━━━━━ Study material ━━━━━

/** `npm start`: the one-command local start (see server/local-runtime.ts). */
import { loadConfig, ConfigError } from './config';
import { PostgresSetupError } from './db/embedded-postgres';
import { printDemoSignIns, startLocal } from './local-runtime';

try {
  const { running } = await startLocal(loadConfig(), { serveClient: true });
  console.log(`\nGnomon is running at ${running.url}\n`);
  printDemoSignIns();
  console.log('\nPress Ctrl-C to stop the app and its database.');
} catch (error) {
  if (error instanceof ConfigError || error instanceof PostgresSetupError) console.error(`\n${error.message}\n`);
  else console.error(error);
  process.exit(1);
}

━━━━━

§ Assigned task
Restate exactly the lines running from the line with "is running at" to the end of the entries above, both ends included.

§ Answer box
  console.log(`\nGnomon is running at ${running.url}\n`);
  printDemoSignIns();
  console.log('\nPress Ctrl-C to stop the app and its database.');
} catch (error) {
  if (error instanceof ConfigError || error instanceof PostgresSetupError) console.error(`\n${error.message}\n`);
  else console.error(error);
  process.exit(1);
}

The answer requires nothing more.